═══ EXTRACTED MATERIAL

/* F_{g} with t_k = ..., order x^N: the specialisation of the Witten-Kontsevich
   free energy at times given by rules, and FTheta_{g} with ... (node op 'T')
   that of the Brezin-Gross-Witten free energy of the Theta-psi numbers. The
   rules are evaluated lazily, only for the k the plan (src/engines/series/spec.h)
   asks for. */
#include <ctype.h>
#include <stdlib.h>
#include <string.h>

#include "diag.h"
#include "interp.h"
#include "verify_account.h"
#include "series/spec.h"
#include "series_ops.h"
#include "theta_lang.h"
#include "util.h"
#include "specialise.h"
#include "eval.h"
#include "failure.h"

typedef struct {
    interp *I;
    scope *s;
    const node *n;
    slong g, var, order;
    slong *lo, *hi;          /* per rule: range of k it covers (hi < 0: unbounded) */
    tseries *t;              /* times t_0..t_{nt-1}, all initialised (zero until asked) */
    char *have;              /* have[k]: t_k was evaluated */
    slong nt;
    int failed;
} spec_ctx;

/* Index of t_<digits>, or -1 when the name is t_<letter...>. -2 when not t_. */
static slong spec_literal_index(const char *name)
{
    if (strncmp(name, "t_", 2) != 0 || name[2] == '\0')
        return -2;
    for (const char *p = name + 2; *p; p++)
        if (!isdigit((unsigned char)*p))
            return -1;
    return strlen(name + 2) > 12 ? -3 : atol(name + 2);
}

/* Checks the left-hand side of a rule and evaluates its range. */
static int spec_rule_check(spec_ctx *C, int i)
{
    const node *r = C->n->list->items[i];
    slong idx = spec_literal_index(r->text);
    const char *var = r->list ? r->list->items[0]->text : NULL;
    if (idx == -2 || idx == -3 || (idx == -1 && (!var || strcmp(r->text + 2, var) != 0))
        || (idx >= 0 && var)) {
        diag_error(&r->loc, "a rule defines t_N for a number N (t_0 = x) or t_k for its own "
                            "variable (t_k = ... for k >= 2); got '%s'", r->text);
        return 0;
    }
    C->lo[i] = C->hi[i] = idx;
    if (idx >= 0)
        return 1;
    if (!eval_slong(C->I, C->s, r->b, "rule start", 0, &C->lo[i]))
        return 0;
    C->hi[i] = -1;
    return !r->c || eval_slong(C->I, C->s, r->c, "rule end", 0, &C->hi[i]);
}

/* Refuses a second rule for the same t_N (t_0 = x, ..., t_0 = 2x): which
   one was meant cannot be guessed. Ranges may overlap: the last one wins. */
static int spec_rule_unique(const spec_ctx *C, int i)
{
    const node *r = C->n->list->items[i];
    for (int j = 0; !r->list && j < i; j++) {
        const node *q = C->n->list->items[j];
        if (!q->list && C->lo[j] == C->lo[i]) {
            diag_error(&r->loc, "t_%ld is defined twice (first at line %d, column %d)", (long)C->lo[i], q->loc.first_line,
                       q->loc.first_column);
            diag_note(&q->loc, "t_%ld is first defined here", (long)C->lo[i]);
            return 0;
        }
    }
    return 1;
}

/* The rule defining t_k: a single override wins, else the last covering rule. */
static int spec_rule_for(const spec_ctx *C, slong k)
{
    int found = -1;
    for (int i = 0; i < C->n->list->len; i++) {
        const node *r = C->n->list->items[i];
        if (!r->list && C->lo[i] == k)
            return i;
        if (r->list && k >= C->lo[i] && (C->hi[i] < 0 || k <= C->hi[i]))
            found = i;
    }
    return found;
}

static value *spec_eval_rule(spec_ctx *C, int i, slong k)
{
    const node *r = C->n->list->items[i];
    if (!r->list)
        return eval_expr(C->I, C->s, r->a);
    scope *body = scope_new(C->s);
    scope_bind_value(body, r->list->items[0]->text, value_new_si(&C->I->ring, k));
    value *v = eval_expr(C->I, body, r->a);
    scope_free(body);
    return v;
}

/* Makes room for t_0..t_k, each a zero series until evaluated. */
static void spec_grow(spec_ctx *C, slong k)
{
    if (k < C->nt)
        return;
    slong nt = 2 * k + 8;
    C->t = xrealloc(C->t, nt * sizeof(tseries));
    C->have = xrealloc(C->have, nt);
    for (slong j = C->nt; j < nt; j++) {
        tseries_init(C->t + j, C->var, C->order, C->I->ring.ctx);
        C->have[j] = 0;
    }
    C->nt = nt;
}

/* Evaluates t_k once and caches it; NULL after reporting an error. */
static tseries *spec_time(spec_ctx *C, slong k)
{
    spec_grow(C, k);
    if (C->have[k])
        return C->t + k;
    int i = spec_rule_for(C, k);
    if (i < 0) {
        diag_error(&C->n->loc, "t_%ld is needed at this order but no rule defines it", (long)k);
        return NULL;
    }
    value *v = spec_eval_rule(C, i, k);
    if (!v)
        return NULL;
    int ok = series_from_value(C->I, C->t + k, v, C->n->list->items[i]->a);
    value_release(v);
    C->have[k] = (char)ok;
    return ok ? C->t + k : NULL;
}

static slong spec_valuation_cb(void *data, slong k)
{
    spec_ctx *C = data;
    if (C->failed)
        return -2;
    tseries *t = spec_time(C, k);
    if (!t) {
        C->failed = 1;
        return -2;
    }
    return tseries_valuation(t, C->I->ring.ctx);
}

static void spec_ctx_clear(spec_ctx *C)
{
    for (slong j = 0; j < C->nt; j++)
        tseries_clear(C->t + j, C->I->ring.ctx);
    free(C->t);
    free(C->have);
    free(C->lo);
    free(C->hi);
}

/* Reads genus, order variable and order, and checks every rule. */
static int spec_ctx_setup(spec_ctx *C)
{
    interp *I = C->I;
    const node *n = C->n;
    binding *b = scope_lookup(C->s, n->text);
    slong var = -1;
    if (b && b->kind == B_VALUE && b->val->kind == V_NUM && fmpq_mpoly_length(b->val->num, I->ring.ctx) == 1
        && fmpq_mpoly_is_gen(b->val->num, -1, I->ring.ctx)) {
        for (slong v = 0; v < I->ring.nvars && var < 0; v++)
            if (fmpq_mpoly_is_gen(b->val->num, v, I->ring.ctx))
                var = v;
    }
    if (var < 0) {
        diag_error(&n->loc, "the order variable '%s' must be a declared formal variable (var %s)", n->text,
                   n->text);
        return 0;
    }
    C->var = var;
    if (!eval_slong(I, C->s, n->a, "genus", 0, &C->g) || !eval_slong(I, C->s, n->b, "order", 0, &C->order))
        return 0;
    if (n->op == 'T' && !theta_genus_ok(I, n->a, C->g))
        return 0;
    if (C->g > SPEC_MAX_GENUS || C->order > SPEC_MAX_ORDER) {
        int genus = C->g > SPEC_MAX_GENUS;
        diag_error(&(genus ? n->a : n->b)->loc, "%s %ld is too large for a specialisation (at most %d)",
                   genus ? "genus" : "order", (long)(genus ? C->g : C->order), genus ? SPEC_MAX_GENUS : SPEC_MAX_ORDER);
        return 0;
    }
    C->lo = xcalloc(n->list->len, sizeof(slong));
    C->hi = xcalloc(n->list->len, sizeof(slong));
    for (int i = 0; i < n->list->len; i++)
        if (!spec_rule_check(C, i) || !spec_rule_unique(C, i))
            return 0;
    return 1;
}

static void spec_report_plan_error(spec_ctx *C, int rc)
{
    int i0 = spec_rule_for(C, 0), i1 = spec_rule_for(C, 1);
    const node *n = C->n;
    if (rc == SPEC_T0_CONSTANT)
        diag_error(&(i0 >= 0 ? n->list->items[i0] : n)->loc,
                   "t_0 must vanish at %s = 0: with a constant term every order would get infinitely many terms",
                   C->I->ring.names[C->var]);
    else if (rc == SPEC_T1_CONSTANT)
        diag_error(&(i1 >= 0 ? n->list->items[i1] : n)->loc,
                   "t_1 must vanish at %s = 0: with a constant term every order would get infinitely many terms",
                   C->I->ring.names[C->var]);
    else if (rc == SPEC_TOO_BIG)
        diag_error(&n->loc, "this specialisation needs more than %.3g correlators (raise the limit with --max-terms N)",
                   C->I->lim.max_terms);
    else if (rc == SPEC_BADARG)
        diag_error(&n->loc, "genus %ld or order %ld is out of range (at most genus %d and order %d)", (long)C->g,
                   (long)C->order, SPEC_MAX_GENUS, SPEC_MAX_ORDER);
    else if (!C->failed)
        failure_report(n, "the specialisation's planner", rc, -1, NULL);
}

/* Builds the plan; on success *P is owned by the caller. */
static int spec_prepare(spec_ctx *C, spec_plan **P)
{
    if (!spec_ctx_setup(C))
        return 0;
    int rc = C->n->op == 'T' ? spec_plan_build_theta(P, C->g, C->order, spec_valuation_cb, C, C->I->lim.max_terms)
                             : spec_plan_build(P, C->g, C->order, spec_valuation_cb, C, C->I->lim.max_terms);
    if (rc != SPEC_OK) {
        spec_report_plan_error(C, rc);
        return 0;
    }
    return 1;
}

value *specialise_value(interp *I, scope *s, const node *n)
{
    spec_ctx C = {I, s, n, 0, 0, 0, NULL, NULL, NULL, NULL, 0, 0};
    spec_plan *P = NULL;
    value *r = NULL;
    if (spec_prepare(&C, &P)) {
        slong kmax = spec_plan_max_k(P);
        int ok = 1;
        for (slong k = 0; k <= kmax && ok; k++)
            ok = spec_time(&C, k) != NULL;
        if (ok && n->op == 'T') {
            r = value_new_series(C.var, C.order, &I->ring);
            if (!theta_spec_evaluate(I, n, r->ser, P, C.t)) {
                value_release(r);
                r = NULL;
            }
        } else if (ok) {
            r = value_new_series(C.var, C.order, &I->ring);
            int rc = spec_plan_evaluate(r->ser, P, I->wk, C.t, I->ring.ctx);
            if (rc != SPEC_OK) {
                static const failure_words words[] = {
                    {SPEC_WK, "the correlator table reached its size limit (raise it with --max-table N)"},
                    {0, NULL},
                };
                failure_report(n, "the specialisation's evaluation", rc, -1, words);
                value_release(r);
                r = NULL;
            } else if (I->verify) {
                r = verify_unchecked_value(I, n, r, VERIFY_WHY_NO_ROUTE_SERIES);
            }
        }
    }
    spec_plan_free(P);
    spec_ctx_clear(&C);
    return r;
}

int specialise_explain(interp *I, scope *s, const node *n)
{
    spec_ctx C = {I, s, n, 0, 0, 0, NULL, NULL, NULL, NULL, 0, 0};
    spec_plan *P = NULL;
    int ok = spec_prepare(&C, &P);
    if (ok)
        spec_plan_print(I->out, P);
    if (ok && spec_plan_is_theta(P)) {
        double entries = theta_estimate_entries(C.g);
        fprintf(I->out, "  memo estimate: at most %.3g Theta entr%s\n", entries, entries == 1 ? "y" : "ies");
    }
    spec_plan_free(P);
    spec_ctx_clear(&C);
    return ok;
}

══════

[WORK TO BE COMPLETED]: The answer should consist of every line from the listing above that includes the word "char".

[ANSWER BOX]:
    char *have;              /* have[k]: t_k was evaluated */
static slong spec_literal_index(const char *name)
    for (const char *p = name + 2; *p; p++)
        if (!isdigit((unsigned char)*p))
    const char *var = r->list ? r->list->items[0]->text : NULL;
    C->have[k] = (char)ok;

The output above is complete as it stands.